» **DATA SHOWN**:
[Start of section]
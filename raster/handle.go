package raster

/*
#include <gdal.h>
#include <ogr_api.h>
*/
import "C"

import (
	"unsafe"

	"github.com/airbusgeo/godal"
)

// bandHandle returns the GDAL band handle behind a godal.Band. godal (v0.0.18,
// pinned in go.mod) keeps it as the struct's only field and offers no getter
// for band scale and offset, so this reads it directly; the size assertion
// below stops the build if that layout ever changes.
func bandHandle(b godal.Band) C.GDALRasterBandH {
	return *(*C.GDALRasterBandH)(unsafe.Pointer(&b))
}

var _ [unsafe.Sizeof(godal.Band{}) - unsafe.Sizeof(uintptr(0))]struct{}
var _ [unsafe.Sizeof(uintptr(0)) - unsafe.Sizeof(godal.Band{})]struct{}

// geometryMirror has the layout of godal.Geometry: an ownership flag, then
// the OGR handle.
type geometryMirror struct {
	owned  bool
	handle C.OGRGeometryH
}

// geometryHandle returns the OGR handle behind a godal.Geometry, which
// offers no Segmentize.
func geometryHandle(g *godal.Geometry) C.OGRGeometryH {
	return (*geometryMirror)(unsafe.Pointer(g)).handle
}

var _ [unsafe.Sizeof(godal.Geometry{}) - unsafe.Sizeof(geometryMirror{})]struct{}
var _ [unsafe.Sizeof(geometryMirror{}) - unsafe.Sizeof(godal.Geometry{})]struct{}

// bandScaleOffset returns the band's scale and offset metadata (1 and 0 when
// absent).
func bandScaleOffset(b godal.Band) (scale, offset float64) {
	h := bandHandle(b)
	var ok C.int
	scale = float64(C.GDALGetRasterScale(h, &ok))
	if ok == 0 || scale == 0 {
		scale = 1
	}
	offset = float64(C.GDALGetRasterOffset(h, &ok))
	if ok == 0 {
		offset = 0
	}
	return scale, offset
}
[End of section]
» **WORK TO BE COMPLETED**:
Your answer should consist of the lines from the material that contain "geometryHandle".

» **RESULT**:
// geometryHandle returns the OGR handle behind a godal.Geometry, which
func geometryHandle(g *godal.Geometry) C.OGRGeometryH {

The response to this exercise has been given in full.